We question the statement ‘sensitivity seems to be low’. The levels of sensitivity are similar to those found with Sandwich LFDs for aspergillosis detection e.g. the AspLFD test developed by the corresponding author and sold commercially by OLM Diagnostics (~50ng/mL for running buffer, ~100ng/mL for BALf and an approximately 10-fold loss of sensitivity for serum). We have alluded to this in lines 750 and 755, referring to two references where similar levels of sensitivity of sandwich LFDs are shown (see references 1 and new reference 104).

No clear description was found about the origin of pAb SK0078.
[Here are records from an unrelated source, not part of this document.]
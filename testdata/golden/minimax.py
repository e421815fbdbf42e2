#!/usr/bin/env python3
"""Peak-sidelobe-optimal (minimax) mismatched filters by linear programming.

Reference for dsp/minimax_test.go: scipy.optimize.linprog solves
  minimise t  s.t.  |y_r| <= t for every lag r but the centre,  y_centre = 1,
with y = A g the full correlation of the code with the filter (the same
matrix as LeastSquaresFilter). Real codes use the exact constraints
+-y_r <= t; complex codes bound |y_r| by a 64-sided polygon (0.01 dB).
Writes minimax.json with the PSLR in dB of each case.
"""
import json

import numpy as np
import scipy
from scipy.optimize import linprog


def full_matrix(code, length):
    n = len(code)
    rows = n + length - 1
    a = np.zeros((rows, length), complex)
    for r in range(rows):
        for i in range(length):
            k = r - (length - 1) + i
            if 0 <= k < n:
                a[r, i] = code[k]
    return a


def minimax(code, length, faces=64):
    code = np.asarray(code, complex)
    a = full_matrix(code, length)
    rows = a.shape[0]
    c = (len(code) + length - 2) // 2
    real = np.all(code.imag == 0)
    side = [r for r in range(rows) if r != c]
    if real:
        ar = a.real
        nv = length + 1
        g_rows = []
        for r in side:
            g_rows.append(np.append(ar[r], -1))
            g_rows.append(np.append(-ar[r], -1))
        a_eq = [np.append(ar[c], 0)]
        b_eq = [1]
    else:
        nv = 2 * length + 1
        re = np.hstack([a.real, -a.imag])
        im = np.hstack([a.imag, a.real])
        g_rows = []
        for r in side:
            for f in range(faces):
                th = 2 * np.pi * f / faces
                g_rows.append(np.append(np.cos(th) * re[r] + np.sin(th) * im[r], -1))
        a_eq = [np.append(re[c], 0), np.append(im[c], 0)]
        b_eq = [1, 0]
    cost = np.zeros(nv)
    cost[-1] = 1
    res = linprog(cost, A_ub=np.array(g_rows), b_ub=np.zeros(len(g_rows)),
                  A_eq=np.array(a_eq), b_eq=b_eq, bounds=[(None, None)] * nv, method="highs")
    assert res.success, res.message
    x = res.x
    g = x[:length] + (1j * x[length:2 * length] if not real else 0)
    y = a @ g
    mag = np.abs(y)
    peak = mag[c]
    mag[c] = 0
    return 20 * np.log10(mag.max() / peak)


def main():
    barker13 = [1, 1, 1, 1, 1, -1, -1, 1, 1, -1, 1, -1, 1]
    barker3 = [1, 1, -1]
    barker7 = [1, 1, 1, -1, -1, 1, -1]
    barker11 = [1, 1, 1, -1, -1, -1, 1, -1, -1, 1, -1]
    n = 16
    p4 = [np.exp(1j * (np.pi * i * i / n - np.pi * i)) for i in range(n)]
    cases = [
        # Issue 12's reproducer: Barker 3 at twice its length, one tap per chip.
        {"code": "barker3", "length": 6, "pslr_db": minimax(barker3, 6)},
        {"code": "barker7", "length": 14, "pslr_db": minimax(barker7, 14)},
        {"code": "barker11", "length": 33, "pslr_db": minimax(barker11, 33)},
        {"code": "barker13", "length": 39, "pslr_db": minimax(barker13, 39)},
        {"code": "barker13", "length": 45, "pslr_db": minimax(barker13, 45)},
        {"code": "p4-16", "length": 48, "pslr_db": minimax(p4, 48)},
    ]
    out = {"numpy": np.__version__, "scipy": scipy.__version__, "cases": cases}
    with open("minimax.json", "w") as f:
        json.dump(out, f, indent=1)
    print(json.dumps(out, indent=1))


if __name__ == "__main__":
    main()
This is already described under Section 2.5 (lines 375 to 378) with its purification and enzyme conjugation then further described in Section 2.6 (lines 391 to 400).

Minor points:

Lane 11-15. Sentence too long.

We have modified the sentence construction.

Lane 16-17. Molecular techniques of diagnosis deserve to be mentioned. Their use is continuously increasing.

With respect, we believe this is adequately addressed in the subsequent Introduction and Discussion sections and does not need to be elaborated in the Abstract.

Lane 83-84. This method should be described.

As stated in the methodology, this is a proprietary method developed by industry. To mitigate this, we have made available the KC9 antibody through the ISCA Diagnostics website (as stated on lines 780 to 781), enabling access to the antibody and test by the wider scientific community. Should others wish to use the KC9 antibody to identify antigenic preparations containing the EPS biomarker then they can do so using the detailed methodologies provided.  

Figure 2. The symbols for R. oryzae CBS111233 in figure and inset are different.

This has now been corrected.

Round 2

Reviewer 1 Report

The authors addressed all major questions and have adapted the manuscript accordingly.  

Reviewer 2 Report

The authors addressed all the concerns.